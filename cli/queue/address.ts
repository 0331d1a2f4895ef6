/** Where a queue is: `redis://host:port/db`, or `rediss://` for one behind TLS. */
import {InputError} from "../../lib/errors.ts";
import {shown} from "../printable.ts";

export interface QueueAddress {
  readonly url: string;
  /** Without name and password. */
  readonly shown: string;
}

/** @throws {InputError} `queue/not-an-address` */
export function queueAddress(text: string): QueueAddress {
  const wrong = (what: string): InputError =>
    new InputError(
      "queue/not-an-address",
      `--queue ${shown(withoutPassword(text))} ${what}. Give redis://host:port or redis://host:port/number, for example --queue redis://127.0.0.1:6379.`,
    );
  if (!URL.canParse(text)) throw wrong("is not an address");
  const {protocol, hostname, port, pathname, search, hash} = new URL(text);
  if (protocol !== "redis:" && protocol !== "rediss:") throw wrong("does not begin with redis:// or rediss://");
  if (hostname === "") throw wrong("names no machine");
  if (!/^(\/[0-9]{0,4})?$/.test(pathname) || search !== "" || hash !== "")
    throw wrong("has something else than the number of a database behind its machine");
  return {url: text, shown: `${protocol}//${hostname}${port === "" ? "" : `:${port}`}${pathname}`};
}

const withoutPassword = (text: string): string => text.replace(/\/\/.*@/, "//…@");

━━━━━━━━━━━━━━━━━━━━━━━━━━━━━━

Repeat each record word for word.

filename cli/queue/address.ts
repository 0331d1a2f4895ef6
/** Where a queue is: `redis://host:port/db`, or `rediss://` for one behind TLS. */
import {InputError} from "../../lib/errors.ts";
import {shown} from "../printable.ts";

export interface QueueAddress {
  readonly url: string;
  /** Without name and password. */
  readonly shown: string;
}

/** @throws {InputError} `queue/not-an-address` */
export function queueAddress(text: string): QueueAddress {
  const wrong = (what: string): InputError =>
    new InputError(
      "queue/not-an-address",
      `--queue ${shown(withoutPassword(text))} ${what}. Give redis://host:port or redis://host:port/number, for example --queue redis://127.0.0.1:6379.`,
    );
  if (!URL.canParse(text)) throw wrong("is not an address");
  const {protocol, hostname, port, pathname, search, hash} = new URL(text);
  if (protocol !== "redis:" && protocol !== "rediss:") throw wrong("does not begin with redis:// or rediss://");
  if (hostname === "") throw wrong("names no machine");
  if (!/^(\/[0-9]{0,4})?$/.test(pathname) || search !== "" || hash !== "")
    throw wrong("has something else than the number of a database behind its machine");
  return {url: text, shown: `${protocol}//${hostname}${port === "" ? "" : `:${port}`}${pathname}`};
}

const withoutPassword = (text: string): string => text.replace(/\/\/.*@/, "//…@");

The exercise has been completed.